I am a self-funded student, and I need to use this system as part of my final year perusing masters in software and systems security. I wanted assistance calculating systems requirements if the load on the system remains consistent. I am using Elasticsearch stack on this system. I am facing the following issues:

  1. System load is always over 4.0 is this due to IOPs issue? If so, will adding RAM during migration to another system help? Or does this require faster storage such as SSD?
  2. Will providing the following configuration help situation load and improve performance without over provisioning?
Compute: 3 processors x 2 cores per processor = 6

16 GB RAM

Storage will be local (SATA, 7200 RPM NAS grade drive.)

Underlying operating system continue to be Ubuntu 20.04 LTS. I want to comprehensively learn the Elastic Stack and hence I am hoping to put multiple nodes to test roles, query scheduling, etc. for using Elastic stack as an enterprise SIEM.

Current primary purpose of the system is to ingest logs from 50 honeypots deployed around the world in AWS and Azure with 500 being average EPS (events per second.) These events go into a logstash pipeline running on a raspberry pi before being sent the elastic stack.

What steps should I take to ensure I am not over provisioning and able to use the system for other projects too?

Thank you.

Any reason not to run this on Docker, as then way more flexible to control versions, allocations, etc. 4GB not a lot for a real ELK stack, though your 64GB workstation is nice.

IOWait that high on 50 IOPS means small IO and maybe fsyncs() going on; certainly SSD will fix that.

Let me look at the docker option. Since I don't specialise in it; I had not considered it.

Besdies:https://www.elastic.co/guide/en/elasticsearch/reference/current/tune-for-indexing-speed.html
Is there documentation to look at fsync() that I should refer to?

I am hoping to deploy two nodes on single hardware (workstation) mentioned above with following configuration for each:

3 cores - 6 threads, 16 GB RAM and data on two different HDDs (running at 10000 RPM.)

Do you reckon any bottle necks to continue here? I will upload proposed low level diagram in sometime.

Indexing is I/O intensive so can easily saturate disks. Have a look at this video for a good comparison.

Yeah a little confused on your goals as if you are starting out you have a ways to go before having Enterprise SIEM, and 500 EPS is not high, but could be for spinning disks; hard to know as they are so rare these days on primary data stores :wink: and all you can do it test & benchmark.

So my goal is to carry out my final year research on security monitoring. I've selected ELK as one of the platforms to use for benchmark and comparison to traditional SIEMs such as IBMs QRadar.

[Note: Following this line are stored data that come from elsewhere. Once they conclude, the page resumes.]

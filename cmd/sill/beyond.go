package main

import (
	"context"
	"errors"
	"fmt"
	"time"

	"github.com/spf13/pflag"

	"github.com/sill-tool/sill/internal/analysis"
	"github.com/sill-tool/sill/internal/calibration"
	"github.com/sill-tool/sill/internal/cutrule"
	"github.com/sill-tool/sill/internal/modelpair"
	"github.com/sill-tool/sill/internal/scores"
	"github.com/sill-tool/sill/internal/segment"
	"github.com/sill-tool/sill/internal/shift"
)

// beyondFlags are the flags of the figures beyond the averages (segments,
// shift peaks, stability, calibration and two models), which become the
// options of package analysis.
type beyondFlags struct {
	segmentOrder       string
	segmentsShown      int
	calibrationBins    int
	calibrationBinning string

	timeColumn string
	timeLayout string
	timeZone   string
	shifts     string

	replicates int
	seed       uint64

	compareFile  string // a second model's scores of the same cases, joined on --id
	compareScore string // its score column: the second --score, or the default names
	input        *inputFlags

	location *time.Location // set by prepare
}

func (f *beyondFlags) register(fs *pflag.FlagSet) {
	fs.StringVar(&f.segmentOrder, "segment-order", "size", "order of the segments under each cut: size, gap (furthest from overall first) or name")
	fs.IntVar(&f.segmentsShown, "segments-shown", 20, "segments shown under each cut in text and Markdown (0: all; JSON lists all)")
	fs.IntVar(&f.calibrationBins, "calibration-bins", 10, "bins of the reliability table (scores in [0,1] only)")
	fs.IntVar(&f.replicates, "bootstrap", 0, "resample the set this many times: the redraws at this cut under each measured share, and where each rule lands (0: off)")
	fs.Uint64Var(&f.seed, "seed", 1, "seed of --bootstrap; the same seed gives the same figures")
	f.registerShared(fs)
}

// registerShared registers the flags that report and explore take with
// the same meaning: reliability binning, case times and shifts, and a
// second model's file.
func (f *beyondFlags) registerShared(fs *pflag.FlagSet) {
	fs.StringVar(&f.calibrationBinning, "calibration-binning", "width", "reliability bins: width (equal width) or quantile (equal rows)")
	fs.StringVar(&f.timeColumn, "time", "", "column of case times, for the queue of each real shift (needs --shifts)")
	fs.StringVar(&f.timeLayout, "time-layout", "", `layout of --time in Go's reference-time form, e.g. "02/01/2006 15:04" (default: 2026-03-27T09:29:00Z, 2026-03-27 09:29:00 or 2026-03-27 09:29, with T or a space, seconds and fractions optional)`)
	fs.StringVar(&f.timeZone, "tz", "UTC", "time zone of the shift schedule and of times without a zone (such as 2026-03-27 09:29:00), e.g. Europe/Amsterdam")
	fs.StringVar(&f.shifts, "shifts", "", "local start times of the crew shifts, e.g. 06:00,14:00,22:00")
	fs.StringVar(&f.compareFile, "compare", "", "a second model's scores of the same cases, joined on --id (its score column: the second --score)")
}

// prepare checks the time flags and sets the reading options they need
// before the set is read.
func (f *beyondFlags) prepare(in *inputFlags) error {
	if f.timeZone == "" {
		f.timeZone = "UTC"
	}
	loc, err := time.LoadLocation(f.timeZone)
	if err != nil {
		return fmt.Errorf("--tz %q: expected a time-zone name such as UTC or Europe/Amsterdam", f.timeZone)
	}
	f.location = loc
	switch {
	case f.timeColumn == "" && f.shifts != "":
		return fmt.Errorf("--shifts needs --time: the column of case times to place in shifts")
	case f.timeColumn != "" && f.shifts == "":
		return fmt.Errorf("--time needs --shifts: the local start times of the crew shifts, e.g. 06:00,14:00,22:00")
	case f.timeColumn == "" && f.timeLayout != "":
		return fmt.Errorf("--time-layout needs --time")
	}
	if f.shifts != "" {
		if _, err := shift.ParseSchedule(f.shifts, loc); err != nil {
			return fmt.Errorf("--shifts: %w", err)
		}
	}
	in.opt.TimeColumn, in.opt.TimeLayout, in.opt.TimeLocation = f.timeColumn, f.timeLayout, loc
	f.input = in
	if f.compareFile != "" {
		switch {
		case f.compareFile == "-":
			return fmt.Errorf("--compare -: name a file; standard input is for the first one")
		case in.opt.IDColumn == "":
			return fmt.Errorf("--compare needs --id: the column that names each case in both files")
		}
		if len(in.scoreColumns) == 2 {
			f.compareScore = in.scoreColumns[1]
			in.scoreColumns = in.scoreColumns[:1]
		}
	}
	return nil
}

// loadCompare reads the second model's file with the first one's reading
// options, labels optional, and joins it to set on the ids; without
// --compare it returns set.
func (f *beyondFlags) loadCompare(ctx context.Context, set *scores.Set) (*scores.Set, error) {
	if f.compareFile == "" {
		return set, nil
	}
	other := *f.input
	other.opt.SegmentColumn, other.opt.WeightColumn, other.opt.TimeColumn, other.opt.CompareColumn = "", "", "", ""
	other.opt.NoLabels = true
	other.scoreColumns = nil
	if f.compareScore != "" {
		other.scoreColumns = []string{f.compareScore}
	} else {
		other.opt.ScoreColumn = ""
	}
	second, err := other.load(ctx, f.compareFile, nil, nil)
	if err != nil {
		return nil, fmt.Errorf("--compare: %w", err)
	}
	joined, err := modelpair.Join(set, second)
	if errors.Is(err, modelpair.ErrNoIDs) {
		return nil, fmt.Errorf("--compare: %w (--id)", err)
	}
	if err != nil {
		return nil, fmt.Errorf("--compare: %w", err)
	}
	return joined, nil
}

// check reports a bad flag value before anything is computed. A zero
// beyondFlags (as runDefault has) is valid.
func (f *beyondFlags) check() error {
	if f.segmentOrder == "" {
		f.segmentOrder = "size"
	}
	if f.calibrationBins == 0 && f.calibrationBinning == "" {
		f.calibrationBins, f.calibrationBinning = 10, "width"
	}
	if _, err := segment.ParseOrder(f.segmentOrder); err != nil {
		return valueFlagError("--segment-order", err)
	}
	if _, err := calibration.ParseBinning(f.calibrationBinning); err != nil {
		return valueFlagError("--calibration-binning", err)
	}
	if f.calibrationBins < 1 || f.calibrationBins > 1000 {
		return fmt.Errorf("--calibration-bins %d: expected a number of bins from 1 to 1000", f.calibrationBins)
	}
	if f.replicates < 0 || f.replicates > 100000 {
		return fmt.Errorf("--bootstrap %d: expected a number of resampled sets from 1 to 100000 (0: off)", f.replicates)
	}
	return nil
}

// options returns the analysis options of the flags, checked.
func (f *beyondFlags) options() (analysis.Options, error) {
	if err := f.check(); err != nil {
		return analysis.Options{}, err
	}
	opts := analysis.Options{
		CalibrationBins: f.calibrationBins,
		Resampling:      analysis.Resampling{Replicates: f.replicates, Seed: f.seed},
	}
	binning, err := calibration.ParseBinning(f.calibrationBinning)
	if err != nil {
		return opts, valueFlagError("--calibration-binning", err)
	}
	opts.CalibrationBinning = binning
	if f.shifts != "" {
		sched, err := shift.ParseSchedule(f.shifts, f.location)
		if err != nil {
			return opts, fmt.Errorf("--shifts: %w", err)
		}
		opts.Shifts = &sched
	}
	return opts, nil
}

// order returns the order of the segments, checked by check.
func (f *beyondFlags) order() segment.Order {
	order, _ := segment.ParseOrder(f.segmentOrder)
	return order
}

// analysisError adds to an error of package analysis the flag that sets
// what failed.
func (f *beyondFlags) analysisError(err error) error {
	var e *analysis.Error
	if !errors.As(err, &e) {
		return err
	}
	switch e.Step {
	case analysis.StepShifts:
		return fmt.Errorf("--time %s: %w", f.timeColumn, e.Err)
	case analysis.StepCalibration:
		return fmt.Errorf("--calibration-bins: %w", e.Err)
	case analysis.StepResampling:
		return fmt.Errorf("--bootstrap: %w", cutFlagHint(e.Err))
	}
	return cutFlagHint(e.Err)
}

// cutFlagHint adds the flags that give what a cut rule found missing, as
// in "cut queue=90 needs a volume per shift (--volume)".
func cutFlagHint(err error) error {
	switch {
	case errors.Is(err, cutrule.ErrNeedsVolume):
		return fmt.Errorf("%w (--volume)", err)
	case errors.Is(err, cutrule.ErrNeedsCosts):
		return fmt.Errorf("%w (--cost-false-alert, --cost-miss or --cost-hit)", err)
	case errors.Is(err, cutrule.ErrNeedsShifts):
		return fmt.Errorf("%w (--time and --shifts)", err)
	}
	return err
}

func valueFlagError(flag string, err error) error {
	return &flagValueError{flag: flag, err: err}
}

// flagValueError is a flag whose value a package rejected.
type flagValueError struct {
	flag string
	err  error
}

func (e *flagValueError) Error() string { return e.flag + ": " + e.err.Error() }
func (e *flagValueError) Unwrap() error { return e.err }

As part of my research I have series of honeypot systems deployed on AWS/Azure/Google cloud. These systems will be sending telemetry data. Currently I have 25+ such systems including few laptops of my family which also log netflow data. I hope this helps clear my usecase. I apologise for the ambiguity due to my initial post.

This was extremely insightful video. I've instantly shared it with all my friends :slight_smile: Thank you very much. Is there a way to calculate EPS in ELK?

Calc EPS by running cluster stats some seconds apart and get indices.docs.count and then divide it by the time. Our ELKman.io tool (which you can use for free) also shows this to you on our dashboard.